Nonetheless, in my opinion, the better construction of the present constitution is that district attorneys are not term limited. In 1990, the state constitution was amended to impose term limits on statewide officials. These enumerated officials were expressly limited to those of the executive and legislative branches of state government. The judicial branch was intentionally omitted. In 1994, the state constitution was again amended, extending term limits to governmental officials of political subdivisions and certain other local officials. Again, judicial officers expressly were omitted. The manifest purpose of the second amendment was not to extend term limits to all other elected officials in the state but rather to extend terms limits to executive and legislative officials of select local governmental bodies. Because the office of district attorney is created by Article VI of the state constitution and located in the judicial branch of state government by that fundamental law, it was not intended to be term-limited by either amendment. In my view, it is unsurprising that-district attorneys do not fit comfortably within the allowance for local exemption from term limits since they hold a state office that was intentionally excluded from term limits in the first instance.

Accordingly, I concur in the judgment of the court but not its reasoning.

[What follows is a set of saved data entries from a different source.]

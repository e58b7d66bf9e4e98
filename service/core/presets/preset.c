/*
 * preset.c — what every preset descriptor shares (preset.h): the report of
 * warnings and errors, defaults and bounds read from a field table, field
 * paths for messages, and the descriptor-level evaluation (table bounds,
 * then the preset's own evaluate).
 *
 * Field tables are flat arrays; a row's parent is a lower row (an object,
 * list, gas or fuel row), so every walk here is a loop over the table. Lists
 * nest at most one level (a list of objects, or a list of numbers or pairs).
 *
 * Units: SI base units in the tables; messages give a bound in the
 * quantity's default unit (units.h), as the decoder does.
 */
#include "gascycle/preset.h"
#include "gascycle/combustion.h"

#include <math.h>
#include <stdarg.h>
#include <stdio.h>
#include <stdlib.h>
#include <string.h>

/* ---- report -------------------------------------------------------------------- */

void gc_report_init(gc_report *r)
{
    r->input = 0;
    r->n_warnings = 0;
    r->dropped_warnings = 0;
    r->n_errors = 0;
    r->skip_validity = 0;
}

void gc_report_warn(gc_report *r, const char *code, int field, int index, const char *fmt, ...)
{
    if (r == NULL)
        return;
    if (r->n_warnings >= GC_REPORT_MAX_WARNINGS) {
        r->dropped_warnings++;
        return;
    }
    gc_warning *w = &r->warnings[r->n_warnings++];
    w->code = code;
    w->field = field;
    w->index[0] = index;
    w->index[1] = -1;
    va_list ap;
    va_start(ap, fmt);
    vsnprintf(w->message, sizeof w->message, fmt, ap);
    va_end(ap);
}

int gc_report_add(gc_report *r, const gc_error *err)
{
    if (r != NULL && r->n_errors < GC_REPORT_MAX_ERRORS)
        r->errors[r->n_errors++] = *err;
    return err->code;
}

int gc_report_error(gc_report *r, int code, int field, int index, const char *fmt, ...)
{
    gc_error e;
    gc_error_clear(&e);
    e.code = code;
    e.field_id = field;
    e.index[0] = index;
    va_list ap;
    va_start(ap, fmt);
    vsnprintf(e.message, sizeof e.message, fmt, ap);
    va_end(ap);
    return gc_report_add(r, &e);
}

int gc_error_at(gc_error *err, int code, int field, int index)
{
    if (err != NULL) {
        err->code = code;
        err->field_id = field;
        err->index[0] = index;
        err->index[1] = -1;
        err->field[0] = '\0';
    }
    return code;
}

int gc_error_id(gc_error *err, int code, int field, int index, const char *fmt, ...)
{
    if (err == NULL)
        return code;
    gc_error_clear(err);
    err->code = code;
    err->field_id = field;
    err->index[0] = index;
    va_list ap;
    va_start(ap, fmt);
    vsnprintf(err->message, sizeof err->message, fmt, ap);
    va_end(ap);
    return code;
}

/* ---- table walks ------------------------------------------------------------------ */

static int is_list(gc_field_type t)
{
    return t == GC_FT_LIST || t == GC_FT_NUMBER_LIST || t == GC_FT_PAIR_LIST ||
           t == GC_FT_SERIES || t == GC_FT_SERIES_LIST;
}
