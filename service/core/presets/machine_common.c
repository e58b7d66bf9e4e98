/*
 * machine_common.c — what the three machine presets share
 * (machine_presets.h): the rows of the "machine" and "inlet" input objects
 * (the design rows copied from the Brayton preset's table, so a bound, a
 * default or a description exists once), the output rows of an operating
 * point, of the solved machine and of an inlet treatment, the translation
 * of the core model's text paths into field ids, and the definition step
 * every preset starts with.
 *
 * Bounds written here are the machine model's (machine.h states each beside
 * its struct member; machine.c checks the same for in-process callers, and
 * tests/unit/test_machine_presets.c probes that both refuse the same
 * values). Units: SI in every struct; the rows' quantities say what a
 * request's numbers are in (units.h).
 */
#include "core/presets/machine_presets.h"
#include "core/presets/presets.h"
#include "core/preset_util.h"

#include <stdio.h>
#include <string.h>

#define H(member) offsetof(gc_machine_head, member)
#define HG(member) (offsetof(gc_machine_head, member) + 1)
#define BR(member) offsetof(gc_brayton_input, member)

const char *const gc__machine_control_names[] = { "base_load", "inlet_guide_vanes",
                                                  "firing_temperature", NULL };
const char *const gc__machine_limit_names[] = { "firing_temperature", "exhaust_temperature",
                                                "none", NULL };
const char *const gc__machine_inlet_names[] = { "none", "evaporative_cooler", "fogging",
                                                "chiller", NULL };
const char *const gc__machine_definition_names[] = { "design", "rating", NULL };

/* ---- input rows ----------------------------------------------------------------- */

#define OBJ(id, nm, par, desc) [id] = { .name = nm, .parent = par, .type = GC_FT_OBJECT,        \
                                        .description = desc }
#define NUM(id, nm, par, q, fl, d, lo, hi, member, desc)                                      \
    [id] = { .name = nm, .parent = par, .type = GC_FT_NUMBER, .quantity = q, .flags = (fl),    \
             .def = (d), .min = (lo), .max = (hi), .offset = H(member), .description = desc }
#define OPT (GC_FF_OPTIONAL | GC_FF_MIN | GC_FF_MIN_EXCL | GC_FF_MAX)
#define RANGE (GC_FF_MIN | GC_FF_MAX)

static const gc_field own_rows[GC_MF_COUNT] = {
    OBJ(GC_MF_MACHINE, "machine", 0,
        "The gas turbine (single shaft, constant speed, generator-driven, fixed geometry): its "
        "design point as a simple-cycle Brayton description (design) or as the figures a "
        "plant has on paper (rating), the reference conditions of its corrections, its "
        "control limits and off-design laws, and optionally its cooled first stage."),
    [GC_MF_DESIGN] = { .name = "design", .parent = GC_MF_MACHINE, .type = GC_FT_OBJECT,
                       .flags = GC_FF_ECHO_GIVEN, .given = HG(has_design),
                       .description = "The design point as a simple cycle (one compressor, one "
                       "turbine, no regenerator) burning a fuel at its design conditions, with "
                       "its rated net output: the Brayton preset's inputs of those names. Give "
                       "design or rating." },
    [GC_MF_D_SITE] = { .name = "site", .parent = GC_MF_DESIGN, .type = GC_FT_OBJECT,
                       .description = "Conditions at the design point (default the ISO "
                       "reference: 15 degC, 101.325 kPa, 60 % relative humidity; an altitude "
                       "gives temperature and pressure by the U.S. Standard Atmosphere 1976). "
                       "Echoed as resolved." },
    [GC_MF_RATING] = { .name = "rating", .parent = GC_MF_MACHINE, .type = GC_FT_OBJECT,
                       .flags = GC_FF_ECHO_GIVEN, .given = HG(has_rating),
                       .description = "The design point as rated figures at the rating "
                       "conditions: net output, heat rate (LHV), exhaust flow and temperature, "
                       "pressure ratio, fuel, and the compressor efficiency or its discharge "
                       "temperature; the air flow, firing temperature, turbine efficiency and "
                       "mechanical efficiency are solved and reported (machine.design_point). "
                       "Give design or rating." },
    NUM(GC_MF_R_NET_POWER, "net_power", GC_MF_RATING, GC_Q_POWER, OPT, 0, 0, 2e9,
        spec.rating.net_power_W, "Rated net electric output (required with rating)."),
    NUM(GC_MF_R_HEAT_RATE, "heat_rate", GC_MF_RATING, GC_Q_HEAT_RATE, OPT, 0, 1.0, 10.0,
        spec.rating.heat_rate, "Rated heat rate on the fuel's LHV (required with rating)."),
    NUM(GC_MF_R_EXHAUST_MASS_FLOW, "exhaust_mass_flow", GC_MF_RATING, GC_Q_MASS_FLOW, OPT, 0,
        0.0, 1e5, spec.rating.exhaust_mass_flow_kg_per_s,
        "Rated exhaust gas flow (required with rating)."),
    NUM(GC_MF_R_EXHAUST_TEMPERATURE, "exhaust_temperature", GC_MF_RATING, GC_Q_AMBIENT_TEMPERATURE, OPT,
        0, 300.0, 2000.0, spec.rating.exhaust_temperature_K,
        "Rated exhaust temperature leaving the turbine (required with rating)."),
    NUM(GC_MF_R_PRESSURE_RATIO, "pressure_ratio", GC_MF_RATING, GC_Q_RATIO, OPT, 0, 1.0,
        GC_BRAYTON_RP_MAX, spec.rating.pressure_ratio,
        "Compressor delivery over inlet pressure at the rating (required with rating)."),
    NUM(GC_MF_R_COMPRESSOR_EFFICIENCY, "compressor_efficiency", GC_MF_RATING, GC_Q_FRACTION,
        OPT, 0, 0.5, 1.0, spec.rating.compressor_efficiency,
        "Isentropic compressor efficiency; give it or compressor_exit_temperature."),
    NUM(GC_MF_R_COMPRESSOR_EXIT_TEMPERATURE, "compressor_exit_temperature", GC_MF_RATING,
        GC_Q_AMBIENT_TEMPERATURE, OPT, 0, 200.0, 2000.0, spec.rating.compressor_exit_temperature_K,
        "Compressor discharge temperature; give it or compressor_efficiency."),
    [GC_MF_R_FUEL] = { .name = "fuel", .parent = GC_MF_RATING, .type = GC_FT_FUEL,
                       .flags = GC_FF_OPTIONAL, .offset = H(spec.rating.fuel),
                       .aux = HG(rating_fuel_spec), .given = HG(spec.rating.has_fuel),
                       .description = "Fuel of the rating (required with rating): a name, an "
                       "analysis by mole fraction or a formula with its LHV, as for the "
                       "Brayton preset." },
    [GC_MF_R_SITE] = { .name = "site", .parent = GC_MF_RATING, .type = GC_FT_OBJECT,
                       .description = "Rating conditions (default the ISO reference). Echoed "
                       "as resolved." },
    [GC_MF_REFERENCE] = { .name = "reference", .parent = GC_MF_MACHINE, .type = GC_FT_OBJECT,
                          .description = "Reference conditions of the correction factors and "
                          "of corrected figures (default ISO 2314: 15 degC, 101.325 kPa, 60 % "
                          "relative humidity). Echoed as resolved." },
    OBJ(GC_MF_CONTROL, "control", GC_MF_MACHINE,
        "Control: base load at the firing-temperature or the exhaust-temperature limit, "
        "whichever gives the lower firing temperature; part load by closing the inlet guide "
        "vanes at the temperature limit down to their minimum flow, then by lowering the "
        "firing temperature."),
    NUM(GC_MF_C_FIRING_TEMPERATURE_LIMIT, "firing_temperature_limit", GC_MF_CONTROL,
        GC_Q_AMBIENT_TEMPERATURE, OPT, 0, 300.0, 2500.0, spec.firing_temperature_limit_K,
        "Firing (first rotor inlet) temperature limit (default the design firing "
        "temperature; echoed as in force)."),
    NUM(GC_MF_C_EXHAUST_TEMPERATURE_LIMIT, "exhaust_temperature_limit", GC_MF_CONTROL,
        GC_Q_AMBIENT_TEMPERATURE, OPT, 0, 300.0, 2500.0, spec.exhaust_temperature_limit_K,
        "Exhaust temperature limit (default the design exhaust temperature; echoed as in "
        "force)."),
    NUM(GC_MF_C_IGV_MINIMUM_FLOW_FRACTION, "igv_minimum_flow_fraction", GC_MF_CONTROL,
        GC_Q_FRACTION, RANGE, 1.0, 0.5, 1.0, spec.igv_minimum_flow_fraction,
        "Corrected air flow with the inlet guide vanes closed over open (1: the vanes are not "
        "modulated)."),
    NUM(GC_MF_C_MINIMUM_LOAD_FRACTION, "minimum_load_fraction", GC_MF_CONTROL, GC_Q_FRACTION,
        RANGE, GC_MACHINE_DEFAULT_MIN_LOAD, 0.0, 0.9, spec.minimum_load_fraction,
        "Lowest load accepted, as a fraction of base load at the same conditions (below about "
        "10 % constant component efficiencies mean little: common practice)."),
    OBJ(GC_MF_OFF_DESIGN, "off_design", GC_MF_MACHINE,
        "Off-design laws: the compressor's corrected flow follows its corrected speed and the "
        "vane position, its efficiency may fall on vane closure; the first nozzle is choked "
        "(its flow function m sqrt(R T)/P stays at its design value)."),
    NUM(GC_MF_O_COMPRESSOR_SPEED_EXPONENT, "compressor_speed_exponent", GC_MF_OFF_DESIGN,
        GC_Q_RATIO, RANGE, 0.0, 0.0, 4.0, spec.compressor_speed_exponent,
        "s in W/W_design = (N_c/N_c,design)^s: corrected flow against corrected speed (0: "
        "constant corrected flow)."),
    NUM(GC_MF_O_IGV_EFFICIENCY_COEFFICIENT, "igv_efficiency_coefficient", GC_MF_OFF_DESIGN,
        GC_Q_RATIO, RANGE, 0.0, 0.0, 2.0, spec.igv_efficiency_coefficient,
        "a in eta_c (1 - a (1 - f_igv)^2): compressor efficiency lost on vane closure (0: "
        "constant)."),
    OBJ(GC_MF_INLET, "inlet", 0,
        "Inlet air treatment in service, between the ambient and the compressor (ASHRAE "
        "Handbook-Fundamentals 2017 ch. 1 psychrometrics)."),
    [GC_MF_I_TREATMENT] = { .name = "treatment", .parent = GC_MF_INLET, .type = GC_FT_ENUM,
                            .names = gc__machine_inlet_names, .offset = H(inlet.kind),
                            .description = "none; evaporative_cooler (toward the wet bulb with "
                            "an effectiveness); fogging (to saturation); chiller (to a set "
                            "temperature, its power drawn from the output)." },
    NUM(GC_MF_I_ADDED_PRESSURE_LOSS, "added_pressure_loss", GC_MF_INLET, GC_Q_FRACTION, RANGE,
        0.0, 0.0, 0.1, inlet.added_pressure_loss,
        "The treatment's own pressure loss, a fraction of the ambient pressure, on top of the "
        "design's inlet loss."),
    NUM(GC_MF_I_EVAPORATIVE_EFFECTIVENESS, "evaporative_effectiveness", GC_MF_INLET,
        GC_Q_FRACTION, GC_FF_MIN | GC_FF_MIN_EXCL | GC_FF_MAX, GC_MACHINE_DEFAULT_EVAP_EFF, 0.0,
        1.0, inlet.evaporative_effectiveness,
        "Evaporative cooler: (T - T_out)/(T - T_wet_bulb) (rigid media about 0.85-0.95: "
        "common practice)."),
    NUM(GC_MF_I_CHILLER_TEMPERATURE, "chiller_temperature", GC_MF_INLET,
        GC_Q_AMBIENT_TEMPERATURE, RANGE, GC_MACHINE_DEFAULT_CHILLER_T_K, 274.15, 330.0,
        inlet.chiller_temperature_K, "Chiller: air temperature leaving the coil."),
    NUM(GC_MF_I_CHILLER_COP, "chiller_cop", GC_MF_INLET, GC_Q_RATIO, RANGE,
        GC_MACHINE_DEFAULT_CHILLER_COP, 0.5, 20.0, inlet.chiller_cop,
        "Chiller: coefficient of performance, heat removed over electric power (electric "
        "centrifugal chillers about 4-6: common practice)."),
};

I am authorized to say that Justice COATS joins in this concurrence. 
      
      . With respect to terms of office which are two years or shorter, the amendment imposes a three-term limit. Colo. Const, art. XVIII, § 11(1).
     
      
      . The legislature may install a different procedure so long as it further facilitates, rather than hinders or limits, the people's exercising of their rights under section 11(2). See Yenter v. Baker, 126 Colo. 232, 237, 248 P.2d 311, 314 (1952); Colorado Project-Common Cause v. Anderson, 178 Colo. 1, 5, 495 P.2d 220, 222 (1972).
     
      
      . The Bluebook also indicated that the Secretary had determined that only the legislature was empowered to place a term limits measure before the voters of a particular judicial district, but term limits could also be altered through a statewide constitutional amendment. Legislative Council of the Colorado General Assembly, 2002 Ballot Information Booklet, An Analysis of Statewide Ballot Issues and Recommendations on Retention of Judges, Research Publication No. 502-10 at 22.
     
      
      . Sandstrom initially brought suit in both his official and individual capacity. He subsequently stipulated to the dismissal of the suit in his official capacity.
     
      
      . The sixth edition of Black's Law Dictionary is cited here because it was the most current edition at the time section 11 was enacted.
     
      
      . District attorneys serve within judicial districts. Colo. Const, art. VI, § 13. Because the other categories of government entities enumerated in section 11 clearly do not apply to judicial districts, we limit our discussion here to whether a judicial district is a political subdivision of the state.
     
      
      . The precise language approved by the voters, although slightly modified from that quoted here, did not differ substantively from this draft.
     
      
      . Each judicial district is "bounded by county lines." Colo. Const, art. VI, § 10(1). Thus, every judicial district is made up of one or more counties, and no county spans more than one judicial district.
     
      
      . Only legislation which "directly or indirectly limits, curtails or destroys the rights given by those provisions is invalid as violative of the rights reserved by the people to themselves.” Colorado Project-Common Cause v. Anderson, 178 Colo. 1, 5, 495 P.2d 220, 222 (1972).
     
      
      . We note that the legislature may replace the procedure that we sanction today with one of its own choosing, so long as the procedure it installs further facilitates, rather than hinders or limits, the people's exercising of their rights under section 11(2). See Yenter, 126 Colo, at 237, 248 P.2d at 314; Colorado Project-Common Cause, 178 Colo, at 5, 495 P.2d at 222.
     
      
      . Any business of the county is the business of the board of county commissioners of that county. § 30-11-103, 9 C.R.S. (2003) ("The powers of a county ... shall be exercised by a board of county commissioners therefore.”).